Question for the guys with river boats concerning anchor choice. I only fish 2 rivers, lower AuSable and Manistee. My river boats is a 16.5 foot welded jon boat with a 60/40 jet. Wet weight if the boat is 1550lbs. Is 30 lbs. Heavy enough for the weight of the anchor regardless of type? Which is better for anchor type, chain or pyramid? Thank you guys in advance.


----------



## -Axiom- (Jul 24, 2010)

I use 30 lbs of chain in my canoe, sometimes it isn't enough to hold me in place below Tippy.

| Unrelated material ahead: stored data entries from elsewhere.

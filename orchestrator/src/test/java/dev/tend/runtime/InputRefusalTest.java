package dev.tend.runtime;

import dev.tend.engine.Effect;
import dev.tend.engine.Engine;
import dev.tend.engine.EngineSetup;
import dev.tend.engine.Input;
import dev.tend.executor.SimulatedExecutor;
import dev.tend.shared.HealthTransition;
import dev.tend.shared.SignalState;
import dev.tend.store.LedgerFilter;
import dev.tend.store.Store;
import org.junit.jupiter.api.Test;
import org.junit.jupiter.api.io.TempDir;

import java.nio.file.Path;
import java.time.Clock;
import java.time.Instant;
import java.util.ArrayList;
import java.util.List;
import java.util.Map;

import static org.assertj.core.api.Assertions.assertThat;

/** No input stops the driver: one the store cannot hold is refused on the record, and the rest goes on. */
class InputRefusalTest {
    @TempDir
    Path dir;

    private EngineSetup setup() throws Exception {
        return FixHeartbeatFixture.setup(dir);
    }

    @Test
    void aTransitionTheStoreCannotHoldIsRefusedOnTheRecordAndTheRestOfItsBatchGoesOn() throws Exception {
        EngineSetup setup = setup();
        Path db = dir.resolve("tend.db");
        Clock clock = Clock.systemUTC();
        List<String> refused = new ArrayList<>();
        Instant at = Instant.parse("2027-03-14T02:00:00Z");
        try (Store store = Store.openSqlite(db); SimulatedExecutor sim = new SimulatedExecutor(1, 100)) {
            QuartzTimers timers = new QuartzTimers();
            Orchestrator orch = new Orchestrator(store, setup, Map.of("simulated", sim), timers, n -> { }, clock, new CommitListener() {
                @Override
                public void committed(Engine engine, List<Input> inputs, List<Effect> effects) {
                }

                @Override
                public void refused(Input input, String reason) {
                    refused.add(input.cluster() + ": " + reason);
                }
            });
            timers.fireInto(k -> orch.submit(new Input.TimerFired(k)));
            orch.recover();
            orch.submitEvent(new Input.Transition(HealthTransition.of(at, "fares-1", "n1", "heartbeat", SignalState.SILENT)));
            // past 2262-04-11, the last instant the store's nanosecond times can hold
            orch.submitEvent(new Input.Transition(HealthTransition.of(Instant.parse("2263-01-01T00:00:00Z"), "fares-2", "n1",
                    "heartbeat", SignalState.SILENT)));
            orch.submitEvent(new Input.Transition(HealthTransition.of(at.plusSeconds(2), "fares-3", "n1", "heartbeat", SignalState.SILENT)));
            orch.runUntil(orch::isIdle);
            timers.close();

            assertThat(refused).hasSize(1);
            assertThat(refused.get(0)).startsWith("fares-2: ").contains("2263-01-01T00:00:00Z").contains("outside the times the store can keep");
            List<String> kinds = new ArrayList<>();
            List<String> started = new ArrayList<>();
            store.read(r -> {
                r.forEachLedger(LedgerFilter.all(), e -> {
                    kinds.add(e.kind());
                    if (e.kind().equals("run-started")) started.add(e.cluster());
                });
                return null;
            });
            assertThat(kinds).contains("input-refused");
            assertThat(started).containsExactlyInAnyOrder("fares-1", "fares-3");
            assertThat(store.read(r -> r.verifyLedger()).ok()).isTrue();
        }
        // the journal holds nothing that would stop the next start
        try (Store store = Store.openSqlite(db); SimulatedExecutor sim = new SimulatedExecutor(1, 100);
             QuartzTimers timers = new QuartzTimers(k -> { })) {
            Orchestrator orch = new Orchestrator(store, setup, Map.of("simulated", sim), timers, n -> { }, clock);
            dev.tend.runtime.Recovery rec = orch.recover();
            // from the snapshot the clean stop wrote, or from the journal: either way both good transitions are in the engine
            assertThat(rec.snapshotSeq() > 0 || rec.inputsReplayed() >= 2).as(rec.describe()).isTrue();
            assertThat(orch.engine().runs()).extracting(r -> r.target().cluster().value()).contains("fares-1", "fares-3");
        }
    }

    @Test
    void anInputRefusedAtCommitInIngestIsNamedByItsFileAndLine() throws Exception {
        EngineSetup setup = setup();
        Clock clock = Clock.systemUTC();
        java.io.StringWriter said = new java.io.StringWriter();
        dev.tend.cli.CommitRefusals refusals = new dev.tend.cli.CommitRefusals("incident.jsonl", new java.io.PrintWriter(said, true));
        Instant at = Instant.parse("2027-03-14T02:00:00Z");
        try (Store store = Store.openSqlite(dir.resolve("tend.db")); SimulatedExecutor sim = new SimulatedExecutor(1, 100)) {
            QuartzTimers timers = new QuartzTimers();
            Orchestrator orch = new Orchestrator(store, setup, Map.of("simulated", sim), timers, n -> { }, clock, refusals);
            timers.fireInto(k -> orch.submit(new Input.TimerFired(k)));
            orch.recover();
            Input good = new Input.Transition(HealthTransition.of(at, "fares-1", "n1", "heartbeat", SignalState.SILENT));
            // past 2262-04-11, the last instant the store's nanosecond times can hold
            Input bad = new Input.Transition(HealthTransition.of(Instant.parse("2263-01-01T00:00:00Z"), "fares-2", "n1",
                    "heartbeat", SignalState.SILENT));
            refusals.submitted(good, 3);
            orch.submitEvent(good);
            refusals.submitted(bad, 7);
            orch.submitEvent(bad);
            orch.runUntil(orch::isIdle);
            timers.close();
        }
        assertThat(refusals.count()).isEqualTo(1);
        assertThat(said.toString().lines()).singleElement().asString()
                .startsWith("incident.jsonl:7: refused a transition input of fares-2 at commit")
                .contains("2263-01-01T00:00:00Z");
    }
}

You don't want to use a pyramid in the river, eventually you'll lose it.


----------



## JimP (Feb 8, 2002)

45# pyramid holds just fine on my 16' G3...hasn't hung up yet.
I don't anchor too near or in the wood though, where chain would be better. I usually stay 5-8 yards away.


----------



## FlyWeight (Dec 26, 2011)

I had a chain on a flat bottom and a pyramid on a drift boat. Hung both one time or another. Fortunately I got them free. If you are pluggin, you can set the chain and slide back by dipping your oars. I think this method would be difficult with the pyramid. With the drift boat, I was on the sticks all the time so it really didn't matter with the pyramid. I would say, if you drop either in the wood, you will get hung eventually.


----------



## Fishndude (Feb 22, 2003)

I would go with chain, and 40#. I've been using chain anchors for a long time. I can drop 63# of chain anchor into a snarl of logs, and get it back out without much trouble. Just start the motor, and motor upstream of the anchor a bit, and it should pull free. Pyramids aren't as forgiving in that situation. Don't get small chain, and just use a LOT of it. If it hangs down too far, it will throw up spray when you are underway. I have real heavy chain - each link weighs 7#. Pappy's @ Wellston used to sell it for $1/lb. You can call and ask Rob if he still has some. 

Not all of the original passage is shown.